The highlight of not just our time in Oaxaca but our entire 2+ week trip was connecting for the first time "in the flesh" with a Facebook friend who is a professional translator, language teacher and devout Mexico-phile. I'd had high expectations of Jody based on her acute and often hilarious online observations but they were thoroughly blown away by her depth of perception and utterly contagious love of México as experienced in the moment.

Jody has lived all over this country going back decades and visited much of the rest. She describes herself as an immigrant not an expat and one of the things she pointed out to us is that expats who do choose Oaxaca tend to not only live there year-round but also to really identify with their new home as home. This is certainly in quite sharp contrast not only to our own ambivalence about being full-timers in México but what we have seen time and again both at Lake Chapala and in San Miguel de Allende: Mexican residency with asterisks. Not only are more than half of those in these expat havens snowbirds who live elsewhere for six or more months, but even among the full-timers there are many who constantly fly back to the U.S. or Canada or who return home for good as soon as the first health crisis or plea from grandkids makes itself known.

For a prospective expat resident the allure and challenges of life in Oaxaca are pretty easy to discern. Culturally and culinarily there's endless depth but not the kind of breadth one takes for granted at, say, Lake Chapala. There are a zillion moles and other Oaxacan specialties but nary a cheeseburger or jar or box of a foreign "must have" food to be found. Functional Spanish is a necessity from the get-go (just check out all of the whining on TripAdvisor about how even the hotel and restaurant staffs usually don't speak English). Running out of water from time to time, dealing with the incessant protests called bloqueos that frequently shut off access to main streets and turn the central square into what looks like a  homeless camp and embracing the literal groundlessness of living in a highly earthquake-prone zone are other factors to be considered.

On the other hand, this is a place that attracts expats who really love México and who want to embrace to at least some extent the challenges of being in a state where indigenous people are the majority. That is where the artistic, culinary and cultural richness comes from, and of course it is also the source of the poverty and discrimination that fuel the state's deep-rooted political activism. Trying to live in a gringo "bubble" anywhere in México is ultimately going to be a lost cause but in  Oaxaca it's a non-starter - just ain't gonna happen.
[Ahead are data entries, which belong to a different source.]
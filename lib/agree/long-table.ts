import { groupBy } from "@/lib/group-by";
import { TableError, type TableFault } from "./table-error";

/** One line of a table: what an examiner (or the reference) made of a case; `value` null where the reading is missing. */
export type LongReading<Value> = {
  line: number;
  case: string;
  examiner: string;
  /** Null in a table without rounds, and of a reference that holds in every round. */
  round: string | null;
  value: Value | null;
};

/** The same as tables: rows are cases (of one round), columns examiners; references have a place for each row. */
export type Panel<Value> = {
  examiners: string[];
  rounds: string[];
  rows: { case: string; round: string | null }[];
  /** The first reading of each examiner; null where there is none. */
  readings: (Value | null)[][];
  /** All readings of each examiner that are there, in the order of the table. */
  repeats: Value[][][];
  /** Null in a table without a reference. */
  references: (Value | null)[] | null;
};

export function isReference(examiner: string): boolean {
  return examiner.toLowerCase() === "reference";
}

/**
 * Turns the lines of a table into rows of cases and columns of examiners, both in order of appearance, and rounds by
 * number where they are numbers. Who reads a case a second time in one round repeats it.
 * Throws TableError where a case has two references, and where nobody but the reference reads.
 */
export function arrangePanel<Value>(table: readonly LongReading<Value>[]): Panel<Value> {
  const own = table.filter(({ examiner }) => !isReference(examiner));
  const references = table.filter(({ examiner }) => isReference(examiner));
  if (own.length === 0) throw new TableError([{ line: 0, column: "examiner", message: "No examiner has a reading." }]);
  const examiners = [...new Set(own.map(({ examiner }) => examiner))];
  const rounds = inOrder([...new Set(own.flatMap(({ round }) => round ?? []))]);
  const groups = [...groupBy(own, rowKey).values()];
  const rows = groups.flatMap(([line]) => (line ? [{ case: line.case, round: line.round }] : []));
  const repeats = groups.map((lines) => {
    const byExaminer = groupBy(lines, ({ examiner }) => examiner);
    return examiners.map((examiner) =>
      (byExaminer.get(examiner) ?? []).flatMap(({ value }) => (value === null ? [] : [value])),
    );
  });
  const known = indexReferences(references);
  return {
    examiners,
    rounds,
    rows,
    readings: repeats.map((row) => row.map(([first]) => first ?? null)),
    repeats,
    references:
      references.length > 0 ? rows.map((row) => known.get(rowKey(row)) ?? known.get(caseKey(row)) ?? null) : null,
  };
}

function indexReferences<Value>(references: readonly LongReading<Value>[]): Map<string, Value | null> {
  const groups = groupBy(references, rowKey);
  const faults = [...groups.values()].flatMap(([first, second]): TableFault[] =>
    first && second
      ? [
          {
            line: second.line,
            column: "examiner",
            message: `Case "${second.case}" has its reference on line ${first.line} already.`,
          },
        ]
      : [],
  );
  if (faults.length > 0) throw new TableError(faults);
  return new Map([...groups].map(([key, [reference]]) => [key, reference?.value ?? null]));
}

function rowKey(row: { case: string; round: string | null }): string {
  return JSON.stringify([row.case, row.round]);
}

function caseKey(row: { case: string }): string {
  return rowKey({ case: row.case, round: null });
}

function inOrder(rounds: string[]): string[] {
  return rounds.every((round) => Number.isFinite(Number(round)))
    ? rounds.toSorted((a, b) => Number(a) - Number(b))
    : rounds;
}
Learn enough Spanish to function, maybe even become semi-fluent and you'll start to notice the sound of clicking consonants flowing out of the mouths of the people selling produce or cooking your meal at the comedores in the mercado: they're speaking one of the 16 or more primary native languages - making you realize that you'll truly never do more than scratch the surface when it comes to understanding where you now live.

Trio of moles at Las Quinces Letras
I've often referred to living at Lake Chapala or San Miguel de Allende as "México with training wheels." This is particularly true at the lake, since not just the gringo scene but the local Jalisco culture are very "white bread" (or meat-and-potatoes, hold the mole and chapulines) by comparison to, say, Oaxaca, Puebla or Chiapas. I find myself haunted once again by a comment from our Oaxacan guide Jody (paraphrasing here from memory): "why go through all that it takes to live in this country without really living in it?"

Much to think about. I don't know that we have what it takes to live in such a large city but I do know we'll be back to hike the Sierra Norte and spend not just weeks but months soaking up the riches of this incredible part of México that challenges and inspires us like very few other places we've been.